Na początek chciałbym Pana zapytać w jakim stopniu wojna rosyjsko-ukraińska wpłynęła na stosunki Ukrainy z Unią Europejską? Po zakończeniu wojny Ukraina zostanie członkiem Unii czy zostanie pewnego rodzaju państwem satelickim, które będzie „buforem” między wschodem a zachodem?

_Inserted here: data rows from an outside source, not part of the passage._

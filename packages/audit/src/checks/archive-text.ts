import { jsonText } from "../layout";

/** Why a file can't be used, with its path. */
export type TextFault = { ok: false; fault: string };

/** A file of the archive as text. UTF-8 without a byte order mark, or a fault. */
export function readText(
  files: ReadonlyMap<string, Uint8Array>,
  path: string,
): { ok: true; text: string } | TextFault {
  const bytes = files.get(path);
  if (bytes === undefined) return { ok: false, fault: `${path} is missing` };
  try {
    const text = new TextDecoder("utf-8", { fatal: true, ignoreBOM: true }).decode(bytes);
    return { ok: true, text };
  } catch {
    return { ok: false, fault: `${path} is not UTF-8` };
  }
}

/**
 * The lines of a file in which each line ends in a newline. Read line by line: all of a long ledger
 * is more than one string may hold.
 */
export function readLines(
  files: ReadonlyMap<string, Uint8Array>,
  path: string,
): { ok: true; lines: string[] } | TextFault {
  const bytes = files.get(path);
  if (bytes === undefined) return { ok: false, fault: `${path} is missing` };
  if (bytes.at(-1) !== NEWLINE) return { ok: false, fault: `${path} doesn't end in a newline` };
  const decoder = new TextDecoder("utf-8", { fatal: true, ignoreBOM: true });
  const lines: string[] = [];
  for (let from = 0; from < bytes.length;) {
    const to = bytes.indexOf(NEWLINE, from);
    try {
      lines.push(decoder.decode(bytes.subarray(from, to)));
    } catch {
      return { ok: false, fault: `${path}, line ${lines.length + 1} is not UTF-8` };
    }
    from = to + 1;
  }
  return { ok: true, lines };
}

const NEWLINE = 0x0a;

/**
 * A JSON object of the archive. One form only, as the export writes it: a doubled name, which JSON
 * readers take one way or the other, is another form.
 */
export function readJson(
  files: ReadonlyMap<string, Uint8Array>,
  path: string,
): { ok: true; value: object; text: string } | TextFault {
  const read = readText(files, path);
  if (!read.ok) return read;
  let value: unknown;
  try {
    value = JSON.parse(read.text);
  } catch (error) {
    return { ok: false, fault: `${path} is not JSON: ${(error as Error).message.slice(0, 100)}` };
  }
  if (typeof value !== "object" || value === null || Array.isArray(value)) {
    return { ok: false, fault: `${path} is not a JSON object` };
  }
  const line = firstLineThatDiffers(read.text, jsonText(value));
  if (line !== null) {
    return {
      ok: false,
      fault: `${path}, line ${line}: not in the form that the export writes (members and items a line each, each name once)`,
    };
  }
  return { ok: true, value, text: read.text };
}

function firstLineThatDiffers(found: string, expected: string): number | null {
  if (found === expected) return null;
  const expectedLines = expected.split("\n");
  const foundLines = found.split("\n");
  const at = foundLines.findIndex((line, index) => line !== expectedLines[index]);
  return (at < 0 ? foundLines.length : at) + 1;
}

Andrzej Dera: Wojna całkowicie zmieniła relacje Ukrainy z Unią. Na terenie Ukrainy toczy się główna batalia między wartościami europejskimi, a wartościami antydemokratycznymi z dyktaturą, jaką stosuje Putin. Ukraina opowiedziała się po stronie zachodu. Podejście Ukrainy zmieniło się w sposób zasadniczy, obecnie chcą wejść do Unii, do NATO, czyli opowiedzieli się za światem zachodnim. Putin chciał odbudować imperium sowieckie, a Ukraińcy pokazali, że państwowość i przestrzeganie norm prawa międzynarodowego jest dla nich fundamentem. W moim przekonaniu nie będzie innego kierunku niż przyjęcie Ukrainy do UE i NATO, ale na pewno będzie to wymagało czasu. Polska również musiała przejść drogę reform, ale myślę, że Ukraina jest przekonana, że musi praktycznie zmienić wszystko, jeśli chodzi o prawo, mentalność i instytucje państwowe. Ten proces już się zaczął i moim zdaniem nie ma od tego odwrotu. Pytanie tylko kiedy to nastąpi, naszym zdaniem im szybciej tym lepiej.
Jak Pan sobie wyobraża zakończenie wojny i na jakich warunkach? Mam na myśli dalsze losy Krymu i Donbasu?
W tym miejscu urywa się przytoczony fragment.